▸ About this task: Return the lines below that contain "version".

(Stored entries)

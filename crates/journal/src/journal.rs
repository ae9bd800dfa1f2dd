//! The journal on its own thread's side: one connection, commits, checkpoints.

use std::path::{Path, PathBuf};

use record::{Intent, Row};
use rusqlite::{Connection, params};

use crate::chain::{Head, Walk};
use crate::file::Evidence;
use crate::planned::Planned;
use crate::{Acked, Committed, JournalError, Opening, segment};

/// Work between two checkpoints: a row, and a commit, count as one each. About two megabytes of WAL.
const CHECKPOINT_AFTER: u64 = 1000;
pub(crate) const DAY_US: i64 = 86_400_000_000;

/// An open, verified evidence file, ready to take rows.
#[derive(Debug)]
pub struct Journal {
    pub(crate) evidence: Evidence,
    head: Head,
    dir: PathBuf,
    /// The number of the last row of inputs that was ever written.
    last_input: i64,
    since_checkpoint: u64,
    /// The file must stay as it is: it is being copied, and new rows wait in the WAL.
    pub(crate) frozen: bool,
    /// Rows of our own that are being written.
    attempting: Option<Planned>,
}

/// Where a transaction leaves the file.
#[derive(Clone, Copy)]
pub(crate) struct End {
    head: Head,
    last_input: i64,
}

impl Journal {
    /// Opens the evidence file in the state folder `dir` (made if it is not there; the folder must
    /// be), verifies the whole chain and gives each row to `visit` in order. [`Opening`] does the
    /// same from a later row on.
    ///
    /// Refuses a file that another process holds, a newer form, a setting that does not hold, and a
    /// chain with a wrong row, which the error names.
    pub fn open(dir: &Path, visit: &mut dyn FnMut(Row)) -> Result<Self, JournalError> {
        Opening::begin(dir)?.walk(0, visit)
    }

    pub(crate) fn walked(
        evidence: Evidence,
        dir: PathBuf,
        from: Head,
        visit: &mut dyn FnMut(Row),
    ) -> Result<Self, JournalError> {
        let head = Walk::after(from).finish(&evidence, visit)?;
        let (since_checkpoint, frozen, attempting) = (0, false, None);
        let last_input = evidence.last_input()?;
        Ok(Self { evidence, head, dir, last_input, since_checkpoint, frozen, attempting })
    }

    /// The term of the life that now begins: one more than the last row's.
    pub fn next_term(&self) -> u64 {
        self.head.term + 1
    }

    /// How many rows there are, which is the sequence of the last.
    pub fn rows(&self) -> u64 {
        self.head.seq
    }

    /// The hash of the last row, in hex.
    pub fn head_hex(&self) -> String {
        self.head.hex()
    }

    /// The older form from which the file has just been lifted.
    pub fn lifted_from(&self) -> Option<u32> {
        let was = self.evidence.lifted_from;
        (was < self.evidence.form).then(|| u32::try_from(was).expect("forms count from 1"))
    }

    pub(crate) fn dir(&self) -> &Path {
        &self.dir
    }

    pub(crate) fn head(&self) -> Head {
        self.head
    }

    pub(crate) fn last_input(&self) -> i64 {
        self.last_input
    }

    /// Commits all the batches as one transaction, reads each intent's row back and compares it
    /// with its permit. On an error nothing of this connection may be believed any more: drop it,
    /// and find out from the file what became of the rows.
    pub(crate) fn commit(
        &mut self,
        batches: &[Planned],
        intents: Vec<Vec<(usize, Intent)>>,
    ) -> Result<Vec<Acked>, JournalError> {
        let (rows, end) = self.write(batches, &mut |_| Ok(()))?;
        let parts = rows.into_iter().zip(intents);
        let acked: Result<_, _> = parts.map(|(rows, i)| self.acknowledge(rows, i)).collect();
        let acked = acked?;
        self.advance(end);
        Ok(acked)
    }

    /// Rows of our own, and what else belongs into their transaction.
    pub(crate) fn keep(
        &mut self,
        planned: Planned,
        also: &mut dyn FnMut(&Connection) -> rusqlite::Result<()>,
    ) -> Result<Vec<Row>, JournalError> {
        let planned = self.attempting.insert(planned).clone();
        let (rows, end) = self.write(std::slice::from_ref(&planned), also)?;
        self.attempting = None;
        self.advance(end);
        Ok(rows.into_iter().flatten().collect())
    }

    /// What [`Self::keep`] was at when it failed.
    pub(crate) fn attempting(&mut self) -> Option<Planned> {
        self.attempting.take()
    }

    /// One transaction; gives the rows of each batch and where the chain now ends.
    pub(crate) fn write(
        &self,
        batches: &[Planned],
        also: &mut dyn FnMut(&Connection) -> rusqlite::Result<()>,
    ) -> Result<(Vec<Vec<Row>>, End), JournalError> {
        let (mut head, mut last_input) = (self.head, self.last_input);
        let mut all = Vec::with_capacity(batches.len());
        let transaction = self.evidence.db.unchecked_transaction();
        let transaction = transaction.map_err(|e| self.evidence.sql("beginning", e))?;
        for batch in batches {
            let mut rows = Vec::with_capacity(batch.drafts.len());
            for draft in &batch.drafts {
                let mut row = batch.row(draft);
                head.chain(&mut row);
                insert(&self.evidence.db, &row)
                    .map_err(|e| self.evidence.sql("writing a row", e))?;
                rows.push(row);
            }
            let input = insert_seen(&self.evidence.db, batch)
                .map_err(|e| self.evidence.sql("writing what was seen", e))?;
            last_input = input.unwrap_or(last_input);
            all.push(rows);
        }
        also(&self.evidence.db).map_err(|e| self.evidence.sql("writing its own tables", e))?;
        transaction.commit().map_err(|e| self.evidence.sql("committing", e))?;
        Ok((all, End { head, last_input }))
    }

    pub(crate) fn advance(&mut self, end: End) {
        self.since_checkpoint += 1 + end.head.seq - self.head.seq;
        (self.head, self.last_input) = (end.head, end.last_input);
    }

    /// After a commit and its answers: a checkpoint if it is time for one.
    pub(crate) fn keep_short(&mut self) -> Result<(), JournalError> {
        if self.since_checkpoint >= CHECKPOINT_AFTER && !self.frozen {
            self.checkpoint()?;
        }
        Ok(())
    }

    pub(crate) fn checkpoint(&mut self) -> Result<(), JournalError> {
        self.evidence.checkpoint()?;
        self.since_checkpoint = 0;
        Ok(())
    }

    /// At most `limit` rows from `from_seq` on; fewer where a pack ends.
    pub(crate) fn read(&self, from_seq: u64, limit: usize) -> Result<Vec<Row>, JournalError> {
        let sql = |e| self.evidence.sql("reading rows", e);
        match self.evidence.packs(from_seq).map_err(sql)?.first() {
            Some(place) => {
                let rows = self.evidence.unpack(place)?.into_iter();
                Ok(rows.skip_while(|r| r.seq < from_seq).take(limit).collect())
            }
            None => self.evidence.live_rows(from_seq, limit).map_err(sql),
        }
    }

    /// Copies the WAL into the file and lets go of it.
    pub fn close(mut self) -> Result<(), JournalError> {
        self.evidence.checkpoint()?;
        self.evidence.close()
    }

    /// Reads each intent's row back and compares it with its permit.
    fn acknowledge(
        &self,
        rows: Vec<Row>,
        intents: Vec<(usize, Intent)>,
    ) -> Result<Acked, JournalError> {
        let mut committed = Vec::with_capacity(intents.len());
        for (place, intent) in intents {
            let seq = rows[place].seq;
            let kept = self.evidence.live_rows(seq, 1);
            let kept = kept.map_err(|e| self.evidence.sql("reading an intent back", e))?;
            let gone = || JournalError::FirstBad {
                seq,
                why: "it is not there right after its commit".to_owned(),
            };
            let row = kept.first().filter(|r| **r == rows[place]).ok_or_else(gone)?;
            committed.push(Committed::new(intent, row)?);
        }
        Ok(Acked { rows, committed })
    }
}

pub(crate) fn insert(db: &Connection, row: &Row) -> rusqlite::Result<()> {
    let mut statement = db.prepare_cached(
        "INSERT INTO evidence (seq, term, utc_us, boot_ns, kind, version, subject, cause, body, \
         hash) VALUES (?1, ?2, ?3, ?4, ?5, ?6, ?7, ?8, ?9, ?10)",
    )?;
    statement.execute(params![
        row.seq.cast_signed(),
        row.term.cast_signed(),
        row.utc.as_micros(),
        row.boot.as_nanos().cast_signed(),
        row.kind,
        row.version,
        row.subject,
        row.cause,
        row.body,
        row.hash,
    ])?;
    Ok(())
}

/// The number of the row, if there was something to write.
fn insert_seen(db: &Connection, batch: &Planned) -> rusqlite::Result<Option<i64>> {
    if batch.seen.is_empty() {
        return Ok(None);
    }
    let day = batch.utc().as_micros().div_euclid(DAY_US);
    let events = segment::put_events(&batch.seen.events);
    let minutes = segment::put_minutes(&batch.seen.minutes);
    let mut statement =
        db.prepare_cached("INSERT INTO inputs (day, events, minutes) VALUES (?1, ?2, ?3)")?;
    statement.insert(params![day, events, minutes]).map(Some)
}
--
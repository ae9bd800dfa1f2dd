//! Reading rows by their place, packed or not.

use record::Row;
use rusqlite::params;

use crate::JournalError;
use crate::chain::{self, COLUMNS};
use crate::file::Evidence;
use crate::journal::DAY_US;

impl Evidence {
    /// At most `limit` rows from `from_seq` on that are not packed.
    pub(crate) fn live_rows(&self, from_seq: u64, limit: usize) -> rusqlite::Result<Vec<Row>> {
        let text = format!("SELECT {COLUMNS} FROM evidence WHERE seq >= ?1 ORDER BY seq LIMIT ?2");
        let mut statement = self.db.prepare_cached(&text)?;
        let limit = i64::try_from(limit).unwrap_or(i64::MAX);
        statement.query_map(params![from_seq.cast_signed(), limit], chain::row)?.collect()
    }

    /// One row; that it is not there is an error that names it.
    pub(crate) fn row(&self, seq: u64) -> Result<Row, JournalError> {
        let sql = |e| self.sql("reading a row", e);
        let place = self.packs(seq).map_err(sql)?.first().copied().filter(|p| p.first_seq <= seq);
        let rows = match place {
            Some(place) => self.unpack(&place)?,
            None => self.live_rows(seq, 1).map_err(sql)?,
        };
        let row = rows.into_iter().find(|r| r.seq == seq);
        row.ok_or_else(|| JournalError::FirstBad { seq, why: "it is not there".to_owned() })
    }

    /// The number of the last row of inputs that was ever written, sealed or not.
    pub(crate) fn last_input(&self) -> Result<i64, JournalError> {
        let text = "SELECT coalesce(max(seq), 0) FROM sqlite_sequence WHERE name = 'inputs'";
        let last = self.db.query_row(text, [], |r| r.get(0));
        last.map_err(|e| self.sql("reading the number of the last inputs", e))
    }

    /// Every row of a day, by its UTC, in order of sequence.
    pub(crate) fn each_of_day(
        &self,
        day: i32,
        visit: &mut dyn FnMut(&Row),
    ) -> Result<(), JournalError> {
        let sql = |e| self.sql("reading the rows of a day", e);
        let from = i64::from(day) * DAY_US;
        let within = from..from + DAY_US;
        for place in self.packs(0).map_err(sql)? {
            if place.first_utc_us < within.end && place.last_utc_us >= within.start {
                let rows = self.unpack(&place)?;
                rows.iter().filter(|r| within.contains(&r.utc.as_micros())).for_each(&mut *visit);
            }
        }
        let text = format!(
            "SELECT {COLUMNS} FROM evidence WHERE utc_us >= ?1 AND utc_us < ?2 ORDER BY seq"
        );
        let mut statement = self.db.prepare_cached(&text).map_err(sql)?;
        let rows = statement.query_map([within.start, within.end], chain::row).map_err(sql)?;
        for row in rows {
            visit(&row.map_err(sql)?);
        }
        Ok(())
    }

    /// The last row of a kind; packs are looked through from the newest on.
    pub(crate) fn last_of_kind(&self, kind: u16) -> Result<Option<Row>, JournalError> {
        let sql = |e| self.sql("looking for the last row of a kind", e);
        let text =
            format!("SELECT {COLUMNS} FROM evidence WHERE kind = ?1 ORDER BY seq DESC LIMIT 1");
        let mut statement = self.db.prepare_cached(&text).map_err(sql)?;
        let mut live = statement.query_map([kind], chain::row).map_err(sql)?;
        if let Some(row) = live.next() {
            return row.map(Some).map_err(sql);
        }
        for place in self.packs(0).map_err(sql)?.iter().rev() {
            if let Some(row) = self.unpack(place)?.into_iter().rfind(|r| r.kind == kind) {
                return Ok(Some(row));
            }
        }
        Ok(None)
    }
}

▸ Response to this task:
        "INSERT INTO evidence (seq, term, utc_us, boot_ns, kind, version, subject, cause, body, \
        row.version,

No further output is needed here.